Exercise directions - Please copy, character for character, each line from the beginning of the listing to the line containing "model attached with", including both.

Records to use -
———
"""Families: which operations share a name in the shares, the sensitivities and the tolerances.

An error model is attached with one family per gate name (``"gate"``), per gate and qubit tuple
(``"pair"``) or per operation as written (``"operation"``, :func:`per_operation`); the shares of
a result are then tabulated per family with the number of times each runs (repeats counted
exactly, never unrolled).
"""

from __future__ import annotations

import dataclasses
from typing import Any

from budget.analysis.result import FamilyShare
from budget.circuit.ir import StructuredCircuit
from budget.errors.attach import attach
from budget.errors.noisy import IDLE, NoisyCircuit, NoisyLayer, map_items
from budget.problems import InputError

GROUPINGS = ("gate", "pair", "operation")


def attach_grouped(structured: StructuredCircuit, model: Any, family_by: str = "gate") -> NoisyCircuit:
    """The model attached with families per ``family_by``: ``"gate"`` (gate name), ``"pair"`` (gate
    per qubit tuple) or ``"operation"`` (each operation as written, with its line; the same
    grouping as ``budget tolerances --by-operation``)."""
    if family_by not in GROUPINGS:
        raise InputError(f"family_by = {family_by!r}: expected one of {', '.join(GROUPINGS)}")
    if family_by == "operation":
        return per_operation(attach(structured, model, family_by="gate"))
    return attach(structured, model, family_by=family_by)


def family_table(counts: dict[str, int], shares: dict[str, float]) -> tuple[FamilyShare, ...]:
    """One FamilyShare per family that runs or has a share, largest share first."""
    return tuple(
        FamilyShare(name, counts.get(name, 0), float(shares.get(name, 0.0)))
        for name in sorted(set(counts) | set(shares), key=lambda f: -abs(shares.get(f, 0.0)))
    )


def family_counts(noisy: NoisyCircuit) -> dict[str, int]:
    """Executed operations and context errors per family (idle slots for ``idle``), repeats counted exactly."""
    counts: dict[str, int] = {}
    for layer, mult in noisy.multiplicities():
        for nop in layer.sites:
            counts[nop.family] = counts.get(nop.family, 0) + mult
        idle = sum(1 for r in layer.idle if not r.is_trivial)
        if idle:
            counts[IDLE] = counts.get(IDLE, 0) + idle * mult
    return counts


def per_operation(circuit: NoisyCircuit) -> NoisyCircuit:
    """The same circuit with one family per operation as written, so the engines give A per
    operation: ``"cz q[0],q[1] @12"`` (the family, its qubits in gate order, the source line), with
    ``#k`` added when the line is unknown or holds several such operations. An operation inside a
    repeated block stays one family however often it runs. Context errors (spectator ZZ, crosstalk,
    bleed) keep their family: a coupler has one ZZ rate however many layers it acts in. (Per
    qubit pair: attach the model with ``family_by="pair"``.)
    """
    counter: dict[str, int] = {}

    def name(nop) -> str:
        tag = f"{nop.family} {','.join(circuit.qubits[q] for q in nop.qubits)}"
        if nop.op.line is not None:
            tag += f" @{nop.op.line}"
        counter[tag] = counter.get(tag, 0) + 1
        return tag if nop.op.line is not None and counter[tag] == 1 else f"{tag} #{counter[tag]}"

    def layer(it: NoisyLayer) -> NoisyLayer:
        # context errors (it.context) already name their pair, rule or qubit: one knob each
        return dataclasses.replace(it, operations=tuple(dataclasses.replace(n, family=name(n)) for n in it.operations))

    # measurements and resets are kept: no gate operation to name
    return dataclasses.replace(circuit, body=map_items(circuit.body, layer))
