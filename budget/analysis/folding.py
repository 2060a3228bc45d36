"""Detector budgets of a long repeated block without unrolling it (Pauli-frame path).

A block repeated N times with the same noise every iteration reaches a steady state after the
first iterations: its detectors repeat with a fixed shift of the record, and to first order every
error mechanism flips detectors of its own iteration and the next. So the circuit is analysed with
the block repeated only KEEP = 5 times (and KEEP + 1 for the rate of growth): detectors closing in
iterations 0-1 and 3-4 (the boundaries) keep their probabilities, those closing in iteration 2 stand
for every middle iteration and are repeated N - KEEP + 1 times with their record indices and round
shifted, and P(some detector fires) follows log(1 - P(N)) = log(1 - P(KEEP)) + (N - KEEP)·Δ with Δ
the change from KEEP to KEEP + 1 (each middle iteration adds the same independent mechanisms, so
this is exact at the level of the frame model). Cost independent of N apart from listing the
detectors.
"""

from __future__ import annotations

import dataclasses
import math
from dataclasses import dataclass

from budget.analysis.detectors import Checks, infer_checks
from budget.analysis.result import DetectorBudget
from budget.circuit.walk import Kind, kind_of
from budget.engines.clifford.frames import FrameResult, frames
from budget.engines.clifford.stim_circuit import record_qubits
from budget.errors.noisy import NoisyCircuit, NoisyRepeat

FOLD_AT = 64
"""A top-level repeat with more iterations than this is folded on the frame path."""
KEEP = 5


@dataclass(frozen=True)
class Folded:
    """Detector budget of the whole circuit, from the circuit with the block run KEEP times."""

    detectors: tuple[DetectorBudget, ...]
    logical: tuple[tuple[int, ...], ...]
    any_fires: float
    any_families: dict[str, float]
    num_measurements: int
    random_rank: int
    small: NoisyCircuit
    small_checks: Checks
    twirled_any_fires: float
    """P(some detector fires) with every error twirled, folded the same way."""
    steady: bool
    """The detectors after the block have the same probabilities after KEEP and KEEP + 1
    iterations. False when a coherent error that no check sees builds up over the iterations: the
    fold would then miss its growth (unroll instead)."""
    coherent_twirled: bool
    """Coherent errors had to be twirled (deferred register too large)."""


def fold_target(noisy: NoisyCircuit) -> int | None:
    """Index of the top-level repeat to fold (the one with most iterations, above FOLD_AT)."""
    best = None
    for i, it in enumerate(noisy.body):
        if kind_of(it, "fold_target") is Kind.REPEAT and it.count > FOLD_AT and (best is None or it.count > noisy.body[best].count):
            best = i
    return best


def with_count(noisy: NoisyCircuit, index: int, count: int) -> NoisyCircuit:
    body = list(noisy.body)
    body[index] = NoisyRepeat(body[index].body, count)
    return dataclasses.replace(noisy, body=tuple(body))


def folded_frames(noisy: NoisyCircuit, index: int) -> Folded:
    """See the module docstring (coherent errors by amplitude classes, :func:`frames`)."""
    rep = noisy.body[index]
    n = rep.count
    small, big = with_count(noisy, index, KEEP), with_count(noisy, index, KEEP + 1)
    cs, cb = infer_checks(small), infer_checks(big)
    small_dets, big_dets = tuple(d.measurements for d in cs.detectors), tuple(d.measurements for d in cb.detectors)
    fs: FrameResult = frames(small, small_dets, coherent=True)
    fb: FrameResult = frames(big, big_dets, coherent=True)
    ts = frames(small, small_dets, shares=False).log_none_fires
    tb = frames(big, big_dets, shares=False).log_none_fires
    before = len(record_qubits(dataclasses.replace(noisy, body=noisy.body[:index])))
    one = record_qubits(dataclasses.replace(noisy, body=rep.body))
    per = len(one)
    per_round = max((one.count(q) for q in set(one)), default=0)
    lo, hi = before + 2 * per, before + 3 * per
    extra = n - KEEP
    out: list[DetectorBudget] = []
    for d, p, fams in zip(cs.detectors, fs.detector_probability, fs.detector_families):
        top = max(d.measurements)
        shares = scaled(fams, p)
        if top < lo:
            out.append(DetectorBudget(d.measurements, d.round, p, shares))
        elif top < hi:
            for t in range(extra + 1):
                ms = tuple(i + t * per for i in d.measurements)
                out.append(DetectorBudget(ms, d.round + t * per_round, p, shares))
        else:
            ms = tuple(i + extra * per if i >= lo else i for i in d.measurements)
            out.append(DetectorBudget(ms, d.round + extra * per_round, p, shares))
    out.sort(key=lambda d: (max(d.measurements), d.measurements))
    logical = tuple(tuple(i + extra * per if i >= hi else i for i in o) for o in cs.observables)
    after_big = {d.measurements: p for d, p in zip(cb.detectors, fb.detector_probability)}
    steady = all(
        math.isclose(p, after_big.get(tuple(i + per if i >= lo else i for i in d.measurements), -1.0),
                     rel_tol=1e-9, abs_tol=1e-15)
        for d, p in zip(cs.detectors, fs.detector_probability) if max(d.measurements) >= hi)
    ls, lb = fs.log_none_fires, fb.log_none_fires
    any_fires = -math.expm1(ls + extra * (lb - ls))
    rs, rb = fs.any_family_rates, fb.any_family_rates
    fams = {f: rs.get(f, 0.0) + extra * (rb.get(f, 0.0) - rs.get(f, 0.0)) for f in set(rs) | set(rb)}
    return Folded(tuple(out), logical, any_fires, scaled(fams, any_fires), cs.num_measurements + extra * per,
                  cs.random_rank + extra * (cb.random_rank - cs.random_rank), small, cs,
                  -math.expm1(ts + extra * (tb - ts)), steady, fs.coherent_twirled or fb.coherent_twirled)


def scaled(parts: dict[str, float], total: float) -> dict[str, float]:
    """The parts rescaled so that they add up to ``total`` (empty when they add up to 0)."""
    s = sum(parts.values())
    return {k: v / s * total for k, v in parts.items()} if s else {}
———
Response area -
"""Families: which operations share a name in the shares, the sensitivities and the tolerances.

An error model is attached with one family per gate name (``"gate"``), per gate and qubit tuple
(``"pair"``) or per operation as written (``"operation"``, :func:`per_operation`); the shares of
a result are then tabulated per family with the number of times each runs (repeats counted
exactly, never unrolled).
"""

from __future__ import annotations

import dataclasses
from typing import Any

from budget.analysis.result import FamilyShare
from budget.circuit.ir import StructuredCircuit
from budget.errors.attach import attach
from budget.errors.noisy import IDLE, NoisyCircuit, NoisyLayer, map_items
from budget.problems import InputError

GROUPINGS = ("gate", "pair", "operation")


def attach_grouped(structured: StructuredCircuit, model: Any, family_by: str = "gate") -> NoisyCircuit:
    """The model attached with families per ``family_by``: ``"gate"`` (gate name), ``"pair"`` (gate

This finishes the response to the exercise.